In this exercise, you will build a simple text classification model that predicts whether a given **movie review** is **positive** or **negative** using the **NLTK Movie Reviews Corpus**.

This is a classical example of text classification at the **sentence level**.

---

## ✏️ Instructions:

### 1️⃣ Load the Data
- Import the **Movie Reviews corpus** from **NLTK**.
- Create a dataset where each example is a review and the label is either `'positive'` or `'negative'`.

---

### 2️⃣ Perform Feature Extraction
- Use **TF-IDF Vectorization** to convert names into numerical features.


---

### 3️⃣ Train a Machine Learning Classifier
- Use any classifier you are familiar with (e.g., **Logistic Regression** or **Naive Bayes**).
- Split the data into **training** and **testing** sets.
- Train the classifier on the training data.

---

### 4️⃣ Evaluate the Classifier
- Use **accuracy** and a **classification report** to evaluate your model on the test set.
- Think about: How well does the model perform? Which reviews are harder to classify?

---

✅ You are free to explore:
- Trying different classifiers.
- Visualizing the results (e.g., confusion matrix).

---

🚀 **Goal:** By the end of this exercise, you should be able to:
- Apply **feature extraction** to text data.
- Train and evaluate a **text classification model** using **machine learning**.
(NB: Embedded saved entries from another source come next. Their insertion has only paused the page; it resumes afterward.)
// trial returns the design that pattern p gives as a candidate: the status, utilisation and
// check steps of evaluate(p, false, false), without its other steps. pre, when not nil, is the
// quick evaluation of p at the NEd of c (cannotPass), whose section and moment resistances it
// takes over: the same functions of the same section give the same values.
func (c *common) trial(p detail.Pattern, pre *quick) Design {
	col, st, prm := c.col, c.st, c.p
	// The check steps and the checks go into buffers that every trial of c reuses (see
	// evaluate): a trial's design is read before the next trial.
	l := &trace.Log{Trial: true, Steps: c.trialSteps[:0]}
	checks := c.trialChecks[:0]
	defer func() { c.trialSteps, c.trialChecks = l.Steps[:0], checks[:0] }()
	// put records a check step; add records it and counts it among the design's checks.
	put := func(id, title, clause, relation string, ratio float64) {
		l.Steps = append(l.Steps, trace.Check(id, title, clause, relation, ratio, ""))
	}
	add := func(id, title, clause, relation string, ratio float64, resistance bool) {
		put(id, title, clause, relation, ratio)
		checks = append(checks, checked{id, resistance})
	}
	link := c.linkFor(p.Dia)
	g := c.geometryWith(link)
	var pos [][2]float64
	var sec *resist
	if pre != nil && pre.sec != nil {
		pos, sec = pre.pos, pre.sec
	} else {
		pos = g.Positions(p)
		sec = c.section(pos, p.BarArea())
	}
	d := Design{Column: col.ID, Storey: st.Name, B: col.B, H: col.H, Cover: col.Cover, Shape: col.Shape,
		Class: c.in.Materials.Concrete.Class, Fck: c.fck.V, Fyk: c.in.Materials.Fyk, NEd: st.NEd, pattern: p, trial: true}
	phi, n := p.Dia, float64(p.Count())

	// Reinforcement provided and its limits.
	if c.circle {
		add("bars/check_n_circle", "Bars in a circular column: six, common practice beyond the four of 9.5.2(4)", "EN 1992-1-1:2004 9.5.2(4); common practice", "n_min ≤ n_bars",
			float64(detail.RingMin)/n, false)
	}
	as := p.Area()
	add("bars/check_As_min", "Minimum reinforcement", "EN 1992-1-1:2004 9.5.2(2)", "A_s,min ≤ A_s,prov", c.asMin.V/as, false)
	add("bars/check_As_max", "Maximum reinforcement outside laps", "EN 1992-1-1:2004 9.5.2(3)", "A_s,prov ≤ A_s,max", as/c.asMax.V, false)
	if dv := c.dv; dv != nil && dv.AsAbove > 0 {
		lapMax := prm.Get("As_max_lap_Ac") * math.Min(c.ac.V, dv.AcAbove)
		add("bars/check_As_lap", "Reinforcement at the lap above the lift", "EN 1992-1-1:2004 9.5.2(3)", "A_s,prov + A_s,above ≤ A_s,max,lap", (as+dv.AsAbove)/lapMax, false)
		add("bars/check_not_less", "Bars not less than in the lift above", "common practice", "A_s,above ≤ A_s,prov", dv.AsAbove/as, false)
	}
	add("bars/check_phi_min", "Minimum bar diameter", "EN 1992-1-1:2004 9.5.2(1)", "φ_min ≤ φ", prm.Get("phi_min")/phi, false)

	// Links, EN 1992-1-1:2004 9.5.3.
	phiTMin := math.Max(prm.Get("link_dia_min"), prm.Get("link_dia_ratio")*phi) // detail.MinLinkDia
	add("links/check_dia", "Link diameter", "EN 1992-1-1:2004 9.5.3(1)", "φ_t,min ≤ φ_t", phiTMin/link, false)
	bMin := col.B
	if !c.circle {
		bMin = math.Min(col.B, col.H)
	}
	sMax := math.Min(math.Min(prm.Get("link_spacing_bars")*phi, bMin), prm.Get("link_spacing_max")) // detail.MaxLinkSpacing
	sRed := prm.Get("link_spacing_zone") * sMax                                                     // detail.ReducedLinkSpacing
	step := c.in.Options.LinkStep

	// Clear spacing of bars, EN 1992-1-1:2004 8.2(2).
	dg := c.bs.dg.V
	k1, k2, s0 := prm.Get("spacing_k1"), prm.Get("spacing_k2"), prm.Get("spacing_min")
	sMin := math.Max(math.Max(k1*phi, dg+k2), s0) // detail.MinClearSpacing
	cnom := col.Cover
	gapB, gapH := g.ClearGaps(p)
	gapMin := math.Min(gapB, gapH)
	var gb, gh, rs, yc, zc float64
	spacing := (sMin + phi) / math.Max(gapMin+phi, 1e-3)
	if c.circle {
		rs = c.b.V/2 - cnom - link - phi/2 // detail.RingRadiusStep
		gb = detail.RingGap(rs, int(n), phi)
		gh = gb
		add("space/check", "Clear distance between bars", "EN 1992-1-1:2004 8.2(2)", "s_min ≤ s_c", spacing, false)
	} else {
		gb, gh = gapB, gapH
		e := g.Edge(phi)
		yc, zc = col.B/2-e, col.H/2-e
		add("space/check", "Clear distance between bars", "EN 1992-1-1:2004 8.2(2)", "s_min ≤ min(s_b, s_h)", spacing, false)
	}

	// Cover for durability and bond, EN 1992-1-1:2004 4.4.1 (cover.NominalFor).
	if dur := c.durability(); dur != nil {
		a := c.bs.allowances(l, dur)
		nominal := func(dia float64) float64 {
			return cover.CnomValue(cover.CminValue(cover.CminBValue(dia, dg), a.Dur.V, a.Gamma.V), a.Dev.V)
		}
		cBar := cnom + link // cover.BarCover
		add("cover/check_link", "Cover to the links", "EN 1992-1-1:2004 4.4.1.1(2)P", "c_nom ≤ c", nominal(link)/max(cnom, 1e-3), false)
		add("cover/check_bar", "Cover to the main bars", "EN 1992-1-1:2004 4.4.1.1(2)P", "c_nom ≤ c", nominal(phi)/max(cBar, 1e-3), false)
	}

	// Shear, EN 1992-1-1:2004 6.2 (shearSteps, shearChecks).
	var sh [2]shear.AxisResult
	var vEd [2]float64
	sReq, limit := c.shearValues(pos, phi, link, cnom, &sh, &vEd, put)
	sGen, sZone := sMax, sRed
	if limit {
		sGen, sZone = math.Min(sMax, sReq), math.Min(sRed, sReq)
	}
	s1 := math.Floor(sGen/step+1e-9) * step // detail.RoundDown
	s2 := math.Floor(sZone/step+1e-9) * step
	asw := 2 * math.Pi * link * link / 4
	for k := 0; k < 2; k++ {
		if r := sh[k]; r.Needed {
			checks = append(checks, checked{axisIDs[k].shearMax, true})
			vRds := shear.VRdsValue(asw, s1, r.Z, c.fyd.V, r.CotTheta)
			add(axisIDs[k].shearCheck, "Shear with the links provided", "EN 1992-1-1:2004 6.2.1(3), (5); 6.2.3(3), Eq. (6.8)", "V_Ed ≤ max(V_Rd,c, V_Rd,s)",
				shear.LinksCheckValue(vEd[k], r.VRdc, vRds), true)
		} else {
			checks = append(checks, checked{axisIDs[k].shearCheck, true})
		}
	}

	// Laps of the bars, EN 1992-1-1:2004 8.4, 8.7.
	phiQ := trace.Const(phi, "φ", "mm")
	l0Q, rho1Q := c.bs.lap(l, phiQ, c.fyd)
	l0, rho1 := l0Q.V, rho1Q.V
	if ls := c.in.Options.LapStep; ls > 0 {
		l0 = -math.Floor(-(l0/ls)+1e-9) * ls // detail.RoundUp
	}
	c.lapValues(phi, link, gb, gh, sMin, l0, rho1, s1, s2, step, add)

	// Slenderness limit and second order, per axis (nominal curvature, 5.8.8; nominal stiffness, 5.8.7).
	omega := slender.MechanicalRatioValue(as, c.fyd.V, c.ac.V, c.fcd.V)
	factB := slender.FactorBValue(omega)
	kLim := prm.Get("lambda_lim_k")
	var mEd [2]float64
	for k := 0; k < 2; k++ {
		a := &c.ax[k]
		if c.tension {
			mEd[k] = a.m02.V
			continue
		}
		lim := slender.LambdaLimValue(kLim, a.factorA.V, factB, a.factorC.V, c.nRel.V)
		if !(a.lambda.V > lim) {
			mEd[k] = slender.DesignMomentStockyValue(a.m02i.V, c.nEd.V, a.e0.V)
			continue
		}
		m0e := slender.EquivalentMomentValue(a.m01i.V, a.m02i.V)
		var is float64
		if c.circle {
			is = rs / math.Sqrt2 // slender.RingGyration
		} else {
			edge, outer, rows := zc, float64(p.NB), float64(p.NH)
			if k == 1 {
				edge, outer, rows = yc, float64(p.NH), float64(p.NB)
			}
			is = slender.SymmetricGyrationValue(edge, outer, rows)
		}
		method := c.in.Options.SecondOrder
		var mCurv, mStiff float64
		if method != model.SecondOrderStiffness {
			r0 := slender.BaseCurvatureValue(c.fyd.V/c.es.V, slender.EffectiveDepthValue(a.depth.V, is))
			kphi := slender.KphiValue(slender.BetaValue(c.fck.V, a.lambda.V), a.phiEf.V)
			curv := slender.CurvatureValue(slender.KrValue(c.nRel.V, omega), kphi, r0)
			m2 := c.nEd.V * slender.SecondOrderEccentricityValue(curv, a.l0.V, prm.Get("c_curv"))
			mCurv = slender.DesignMomentSlenderValue(a.m01i.V, a.m02i.V, m0e, m2, c.nEd.V, a.e0.V)
		}
		if method == model.SecondOrderStiffness || method == model.SecondOrderBoth {
			var nb float64
			mStiff, nb, _ = c.stiffnessValues(k, as, is, m0e, a.m02i.V, c.nEd.V, c.nRel.V)
			s := trace.Check(axisIDs[k].checkNB, "Axial force below the buckling load", "EN 1992-1-1:2004 5.8.7.3(1), Eq. (5.28)", "N_Ed < N_B",
				slender.BucklingRatioValue(c.nEd.V, nb), "")
			if slender.Buckles(c.nEd.V, nb) {
				s.Verdict = trace.Fail // as slender.BucklingCheck
			}
			l.Steps = append(l.Steps, s)
			checks = append(checks, checked{axisIDs[k].checkNB, true})
		}
		switch method {
		case model.SecondOrderStiffness:
			mEd[k] = mStiff
		case model.SecondOrderBoth:
			mEd[k] = math.Max(mCurv, mStiff)
		default:
			mEd[k] = mCurv
		}
	}

	// Section resistance.
	nRdMax := sec.nRdMax()
	if c.tension {
		add("sec/check_Nt", "Axial tension", "EN 1992-1-1:2004 6.1", "|N_Ed| ≤ N_Rd,t", -c.nEd.V/(as*c.fyd.V), true)
	} else {
		add("sec/check_N", "Axial force", "EN 1992-1-1:2004 6.1", "N_Ed ≤ N_Rd,max", c.nEd.V/nRdMax, true)
	}
	var mRd [2]float64
	for k := 0; k < 2; k++ {
		var m float64
		var ok bool
		if pre != nil && pre.mRd[k] > 0 {
			m, ok = pre.mRd[k], true // resist.mRd of the same section at the same NEd
		} else if c.circle {
			least, found := sec.least(c.nEd.V)
			m, ok = least.State.M, found && least.State.M > 0
		} else {
			m, ok = sec.mRd(k, c.nEd.V)
		}
		if !ok {
			continue
		}
		mRd[k] = m
		add(axisIDs[k].checkM, axisIDs[k].bending, "EN 1992-1-1:2004 6.1", axisIDs[k].relM, mEd[k]/math.Max(m, 1), true)
	}

	// Fire resistance, EN 1992-1-2:2004 5.3.2, Method A (fireSteps); a rating verified elsewhere
	// has no check.
	if f := c.fire(); f != nil && f.Rating > 0 && !c.tension && f.Method != model.FireElsewhere {
		q := func(v float64) trace.Q { return trace.Q{V: v} }
		fc := fire.Column{B: c.b, H: c.h, Circle: c.circle, Ac: c.ac, Fck: c.fck, Cover: q(cnom), LinkDia: q(link), Dia: q(phi), Bars: q(n), As: q(as),
			NEd: c.nEd, Omega: q(omega), AlphaCc: q(prm.Get("alpha_cc")), EMax: q(prm.Get("fire_emax")), MuFixed: !f.UseMuFi,
			L0Fi: q(math.Max(c.ax[0].l0.V, c.ax[1].l0.V)),
			EY:   q(fire.EccentricityValue(c.ax[0].m02i.V, c.nEd.V)), EZ: q(fire.EccentricityValue(c.ax[1].m02i.V, c.nEd.V))}
		nRd := 0.0
		if f.UseMuFi && c.nEd.V > 0 {
			nRd = c.fireNRd(p, q(nRdMax), fc.EY, fc.EZ).Value
		}
		out := fire.AssessTrial(l, "fire/", f.Rating, q(fire.UtilisationValue(*f, c.nEd.V, nRd)), fc)
		for _, v := range out.Checks {
			checks = append(checks, checked{v.ID, false})
			d.failure(v.ID, "", v.Fixed)
		}
	}

	// Biaxial bending, EN 1992-1-1:2004 5.8.9.
	if c.circle {
		if mRd[0] > 0 {
			add("bi/check", "Biaxial bending: the resultant moment against the least resistance over the directions", "EN 1992-1-1:2004 5.8.9(4)", "M_Ed ≤ M_Rd",
				math.Hypot(mEd[0], mEd[1])/math.Max(mRd[0], 1), true)
		}
	} else if mRd[0] > 0 && mRd[1] > 0 {
		biaxial := !(slender.SlendernessRatiosCloseValue(c.ax[0].lambda.V, c.ax[1].lambda.V) &&
			slender.EccentricitiesApartValue(mEd[0], mEd[1], c.b.V, c.h.V))
		exact := c.in.Options.Biaxial == model.BiaxialExact || c.tension
		if biaxial && !exact {
			a := slender.ExponentAValue(c.nEd.V, slender.NRdBiaxialValue(c.ac.V, c.fcd.V, as, c.fyd.V))
			add("bi/ratio", "Biaxial bending", "EN 1992-1-1:2004 5.8.9(4), Eq. (5.39)", "(M_Edz/M_Rdz)^a + (M_Edy/M_Rdy)^a ≤ 1",
				slender.BiaxialRatioValue(mEd[0], mRd[0], mEd[1], mRd[1], a), true)
		}
		if exact {
			if st, err := sec.sec.Biaxial(c.nEd.V, math.Atan2(mEd[1], mEd[0])); err == nil {
				add("bi/exact/check", "Biaxial bending, exact section resistance", "EN 1992-1-1:2004 6.1", "M_Ed ≤ M_Rd",
					math.Hypot(mEd[0], mEd[1])/math.Max(st.MRd, 1), true)
			} else {
				add("bi/exact/check", "Biaxial bending, exact section resistance: no solution", "EN 1992-1-1:2004 6.1", "M_Ed ≤ M_Rd", 2, true)
			}
		}
	}

	d.checks = checks
	c.settle(&d, l, checks)
	return d
}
 Q3.3 Discussion: Why bigrams vs unigrams?<br>

 Q3.4 Limitations of n-grams

--- Part 4: Wrap-up Reflection ---

 Discussion Questions<br>
1. Why do we need <UNK> tokens?<br>
2. Why start/end tokens?<br>
3. Why not always use higher n-grams?<br>
4. How do classifiers differ from language models?